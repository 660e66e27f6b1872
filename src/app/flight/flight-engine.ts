import { DestroyRef, Injectable, InjectionToken, inject } from '@angular/core';
import { Observable } from 'rxjs';
import type {
  EnvelopeOptions,
  Flight,
  FlightConditions,
  KickInput,
  KickProfile,
  LaunchTrackInput,
  LaunchTrackResult,
  LoggedKick,
  ProfilePrior,
  ReachEnvelope,
  SetPieceInput,
  SetPieceResult,
  Technique,
} from '../../../shared/flight';
import {
  errorFromResponse,
  runFlightJob,
  type FlightJobKind,
  type FlightJobs,
  type FlightRequest,
  type FlightResponse,
} from './flight-protocol';
import type { SetPieceRankEntry, SetPieceRankInput } from './set-piece-rank';

/**
 * Creates the flight worker, or returns null where Web Workers do not exist (server-side rendering,
 * old test environments); FlightEngine then computes on the calling thread. A token so tests can
 * choose either path.
 */
export const FLIGHT_WORKER_FACTORY = new InjectionToken<() => Worker | null>('FLIGHT_WORKER_FACTORY', {
  providedIn: 'root',
  factory: () => () => (typeof Worker === 'undefined' ? null : new Worker(new URL('./flight.worker', import.meta.url), { type: 'module' })),
});

/**
 * Runs the flight model's heavy calls (reach envelopes, set-piece checks, profile fits) in a Web Worker
 * and hands results back as Observables, so 2,000-trajectory envelopes never block a screen. Requests are
 * correlated by id; each Observable posts its request on subscription and emits once. Without a worker
 * (or after the worker failed) the same code runs directly, with identical results.
 */
@Injectable({ providedIn: 'root' })
export class FlightEngine {
  private readonly createWorker = inject(FLIGHT_WORKER_FACTORY);
  private worker: Worker | null | undefined;
  private nextId = 1;
  private readonly pending = new Map<number, (response: FlightResponse) => void>();

  constructor() {
    inject(DestroyRef).onDestroy(() => {
      this.worker?.terminate();
      this.worker = null;
      this.pending.clear();
    });
  }

  /** Whether requests currently go to a Web Worker (false = computed on the calling thread). */
  get runsInWorker(): boolean {
    return this.ensureWorker() !== null;
  }

  /** Reach envelope of a fitted profile under given conditions (seeded Monte Carlo). */
  envelope(profile: KickProfile, conditions: FlightConditions, options: EnvelopeOptions): Observable<ReachEnvelope> {
    return this.run('envelope', [profile, conditions, options]);
  }

  /** Share of a player's envelope that clears the wall and goes in under the bar. */
  setPiece(input: SetPieceInput): Observable<SetPieceResult> {
    return this.run('setPiece', [input]);
  }

  /** One trajectory, e.g. for the flight sandbox. */
  simulate(kick: KickInput): Observable<Flight> {
    return this.run('simulate', [kick]);
  }

  /**
   * Several trajectories in one worker message (the sandbox's overlaid kicks), so a slider move costs one
   * round trip however many kicks are compared. Results come in the order of `kicks`.
   */
  simulateKicks(kicks: KickInput[]): Observable<Flight[]> {
    return this.run('simulateKicks', [kicks]);
  }

  /**
   * The planner's squad check at one spot: each player's set-piece shares, goal-mouth cloud and
   * mean-launch flight, in the order given (rank them with `rankSetPiece`).
   */
  setPieceRank(input: SetPieceRankInput): Observable<SetPieceRankEntry[]> {
    return this.run('setPieceRank', [input]);
  }

  /** Fit a player's profile from logged repetitions of one technique. */
  fitProfile(kicks: LoggedKick[], prior?: ProfilePrior & { technique?: Technique }): Observable<KickProfile> {
    return this.run('fitProfile', prior === undefined ? [kicks] : [kicks, prior]);
  }

  /** Fit the flight model to a tapped video track (tens of flights: off the main thread). */
  launchFromTrack(input: LaunchTrackInput): Observable<LaunchTrackResult> {
    return this.run('launchFromTrack', [input]);
  }

  private run<K extends FlightJobKind>(kind: K, args: FlightJobs[K]['args']): Observable<FlightJobs[K]['result']> {
    return new Observable<FlightJobs[K]['result']>((subscriber) => {
      const worker = this.ensureWorker();
      if (worker === null) {
        try {
          subscriber.next(runFlightJob(kind, args));
          subscriber.complete();
        } catch (e) {
          subscriber.error(e);
        }
        return undefined;
      }
      const id = this.nextId++;
      this.pending.set(id, (response) => {
        if (response.ok) {
          subscriber.next(response.result as FlightJobs[K]['result']);
          subscriber.complete();
        } else {
          subscriber.error(errorFromResponse(response.error));
        }
      });
      worker.postMessage({ id, kind, args } as FlightRequest);
      return () => {
        this.pending.delete(id);
      };
    });
  }

  private ensureWorker(): Worker | null {
    if (this.worker !== undefined) return this.worker;
    let worker: Worker | null = null;
    try {
      worker = this.createWorker();
    } catch {
      worker = null;
    }
    if (worker) {
      worker.addEventListener('message', (event: MessageEvent<FlightResponse>) => {
        const settle = this.pending.get(event.data.id);
        this.pending.delete(event.data.id);
        settle?.(event.data);
      });
      worker.addEventListener('error', (event: ErrorEvent) => {
        // A worker that fails (e.g. its script did not load) fails what it held; later calls run directly.
        const failure = { name: 'Error', message: `flight worker failed: ${event.message || 'unknown error'}` };
        for (const [id, settle] of this.pending) settle({ id, ok: false, error: failure });
        this.pending.clear();
        worker?.terminate();
        this.worker = null;
      });
    }
    this.worker = worker;
    return worker;
  }
}
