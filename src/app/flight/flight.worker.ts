/// <reference lib="webworker" />

import { answerFlightRequest, type FlightRequest } from './flight-protocol';

/**
 * Flight worker: runs envelopes, set-piece checks, single kicks and profile fits off the main thread,
 * so Pitchside and the planner stay responsive while thousands of trajectories are integrated.
 */
addEventListener('message', (event: MessageEvent<FlightRequest>) => {
  postMessage(answerFlightRequest(event.data));
});
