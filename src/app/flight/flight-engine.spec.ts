import { TestBed } from '@angular/core/testing';
import { firstValueFrom, forkJoin } from 'rxjs';
import { DEFAULT_PRIORS, fitProfile, reachEnvelope, setPieceCheck, simulateKick, type KickProfile } from '../../../shared/flight';
import { FLIGHT_WORKER_FACTORY, FlightEngine } from './flight-engine';
import { setPieceRank } from './set-piece-rank';

function profile(): KickProfile {
  const base = fitProfile([], { ...DEFAULT_PRIORS.lofted, technique: 'lofted' });
  return {
    ...base,
    meanSpeedMs: 24,
    sdSpeedMs: 2,
    meanSpeedSeMs: 0.2,
    meanAzimuthDeg: 0.5,
    sdAzimuthDeg: 2,
    backspinRps: 6,
    sdBackspinRps: 1,
  };
}

describe('FlightEngine', () => {
  const conditions = { air: { temperatureC: 12 }, wind: { speedMs: 3, fromDeg: 30 } };
  const options = { samples: 300, seed: 7, target: { distanceM: 40, radiusM: 3 } };

  describe('with a Web Worker', () => {
    let engine: FlightEngine;
    beforeEach(() => {
      TestBed.configureTestingModule({});
      engine = TestBed.inject(FlightEngine);
    });

    it('runs an envelope in the worker with the same result as the direct call', async () => {
      expect(engine.runsInWorker).toBeTrue();
      const fromWorker = await firstValueFrom(engine.envelope(profile(), conditions, options));
      expect(fromWorker).toEqual(reachEnvelope(profile(), conditions, options));
    });

    it('runs a set-piece check in the worker with the same result as the direct call', async () => {
      const input = {
        ballX: 22,
        ballY: 3,
        profile: { ...profile(), technique: 'curled' as const, elevationDeg: 20 },
        conditions: {},
        samples: 200,
        seed: 3,
      };
      expect(await firstValueFrom(engine.setPiece(input))).toEqual(setPieceCheck(input));
    });

    it('runs several kicks in one message, in order, as the direct calls do', async () => {
      const kicks = [
        { speed: 25, elevationDeg: 30, backspinRps: 6, path: true, planes: [9.15, 30] },
        { speed: 20, elevationDeg: 18, sidespinRps: 8, wind: { speedMs: 4, fromDeg: 90 }, path: true },
      ];
      const flights = await firstValueFrom(engine.simulateKicks(kicks));
      expect(flights).toEqual(kicks.map((k) => simulateKick(k)));
    });

    it('ranks a squad at a spot in the worker with the same result as the direct call', async () => {
      const input = {
        ballX: 23,
        ballY: -4,
        wallHeightM: 2.1,
        conditions: {},
        samples: 100,
        seed: 9,
        players: [
          { id: 'a', profile: { ...profile(), technique: 'curled' as const, elevationDeg: 20 } },
          { id: 'b', profile: { ...profile(), technique: 'curled' as const, elevationDeg: 24, meanSpeedMs: 21 } },
        ],
      };
      expect(await firstValueFrom(engine.setPieceRank(input))).toEqual(setPieceRank(input));
    });

    it('correlates concurrent requests by id', async () => {
      const [a, b] = await firstValueFrom(
        forkJoin([
          engine.envelope(profile(), conditions, { ...options, seed: 1 }),
          engine.envelope(profile(), conditions, { ...options, seed: 2 }),
        ]),
      );
      expect(a).toEqual(reachEnvelope(profile(), conditions, { ...options, seed: 1 }));
      expect(b).toEqual(reachEnvelope(profile(), conditions, { ...options, seed: 2 }));
    });

    it('passes a RangeError naming the field back from the worker', async () => {
      await expectAsync(firstValueFrom(engine.simulate({ speed: -1, elevationDeg: 30 }))).toBeRejectedWithError(RangeError, /^speed/);
    });
  });

  describe('without a Web Worker', () => {
    it('computes on the calling thread with the same result', async () => {
      TestBed.configureTestingModule({ providers: [{ provide: FLIGHT_WORKER_FACTORY, useValue: () => null }] });
      const engine = TestBed.inject(FlightEngine);
      expect(engine.runsInWorker).toBeFalse();
      expect(await firstValueFrom(engine.envelope(profile(), conditions, options))).toEqual(reachEnvelope(profile(), conditions, options));
      await expectAsync(firstValueFrom(engine.simulate({ speed: 20, elevationDeg: 95 }))).toBeRejectedWithError(
        RangeError,
        /^elevationDeg/,
      );
    });
  });
});
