/**
 * The set-piece planner's worker jobs: a squad ranking that runs shared/flight's `setPieceCloud` for
 * every player at one spot with the same seed (common random numbers, so players differ only by their
 * profiles); each player takes the kick they would choose for the spot, and the side view flies that
 * intended kick along the aim line. Plain TypeScript with no DOM so it runs in the flight worker.
 */

import {
  WALL_DISTANCE_M,
  setPieceCloud,
  setPieceGeometry,
  simulateKick,
  type FlightConditions,
  type IntendedKick,
  type KickProfile,
  type PathPoint,
  type SetPieceCloudResult,
  type SetPieceInput,
} from '../../../shared/flight';

export { GOAL_CROSSING, setPieceCloud } from '../../../shared/flight';
export type { GoalCrossingKind, GoalMouthCloud, SetPieceCloudResult } from '../../../shared/flight';

const round3 = (v: number): number => Math.round(v * 1000) / 1000;

/** The planner's side view: the player's chosen kick (no spread) along the aim line, with wall and goal distances. */
export interface AimLineFlight {
  /** The intended kick flown: speed, elevation, spins and the aim-off for curl. */
  kick: IntendedKick;
  /** Path samples, x along the aim from the ball, z height of the ball's centre. */
  path: Pick<PathPoint, 'x' | 'z'>[];
  /** Where the wall crosses the aim line, m from the ball. */
  wallAlongAimM: number;
  /** Where the goal line crosses the aim line, m from the ball. */
  goalAlongAimM: number;
  /** Height of the ball's centre at the wall and at the goal line (null: it landed before). */
  wallHeightOfBallM: number | null;
  goalHeightOfBallM: number | null;
  carryM: number;
}

/** One free-kick spot for the whole squad. */
export interface SetPieceRankInput {
  ballX: number;
  ballY: number;
  wallHeightM?: number;
  aimYM?: number;
  conditions: FlightConditions;
  samples: number;
  seed: number;
  /** Players with a profile of the chosen technique; `id` is passed through untouched. */
  players: { id: string; profile: KickProfile }[];
}

/** One player's line of the ranking, in the order the players were given. */
export interface SetPieceRankEntry {
  id: string;
  result: SetPieceCloudResult;
  meanKick: AimLineFlight;
}

/** An intended kick flown along the aim line (the planner's side view). */
export function aimLineFlight(input: Omit<SetPieceInput, 'samples' | 'seed' | 'kick' | 'profile'>, kick: IntendedKick): AimLineFlight {
  const aimYM = input.aimYM ?? 0;
  const { phi, psi } = setPieceGeometry(input.ballX, input.ballY, aimYM);
  const wallAlongAimM = WALL_DISTANCE_M / Math.cos(phi - psi);
  const goalAlongAimM = input.ballX / Math.cos(phi);
  const flight = simulateKick({
    ...input.conditions,
    speed: kick.speedMs,
    elevationDeg: kick.elevationDeg,
    azimuthDeg: kick.aimOffDeg,
    backspinRps: kick.backspinRps,
    sidespinRps: kick.sidespinRps,
    planes: [wallAlongAimM, goalAlongAimM],
    path: true,
  });
  const at = (d: number): number | null => {
    const c = flight.crossings.find((x) => Math.abs(x.x - d) < 1e-3);
    return c ? round3(c.z) : null;
  };
  return {
    kick,
    path: flight.path.map((q) => ({ x: round3(q.x), z: round3(q.z) })),
    wallAlongAimM,
    goalAlongAimM,
    wallHeightOfBallM: at(wallAlongAimM),
    goalHeightOfBallM: at(goalAlongAimM),
    carryM: flight.carryM,
  };
}

/** Run the set-piece check with cloud and the mean-launch flight for every player at one spot. */
export function setPieceRank(input: SetPieceRankInput): SetPieceRankEntry[] {
  if (input === null || typeof input !== 'object' || !Array.isArray(input.players)) {
    throw new RangeError('set-piece rank input must be an object with players');
  }
  return input.players.map(({ id, profile }) => {
    const spot = {
      ballX: input.ballX,
      ballY: input.ballY,
      wallHeightM: input.wallHeightM,
      aimYM: input.aimYM,
      conditions: input.conditions,
    };
    const result = setPieceCloud({ ...spot, profile, samples: input.samples, seed: input.seed });
    return { id, result, meanKick: aimLineFlight(spot, result.kick) };
  });
}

§ **PROBLEM REQUIREMENTS**:
Read the entries above, then pull out the lines that include "protocol".

§ **WRITTEN ANSWER**:
} from './flight-protocol';
import { answerFlightRequest, type FlightRequest } from './flight-protocol';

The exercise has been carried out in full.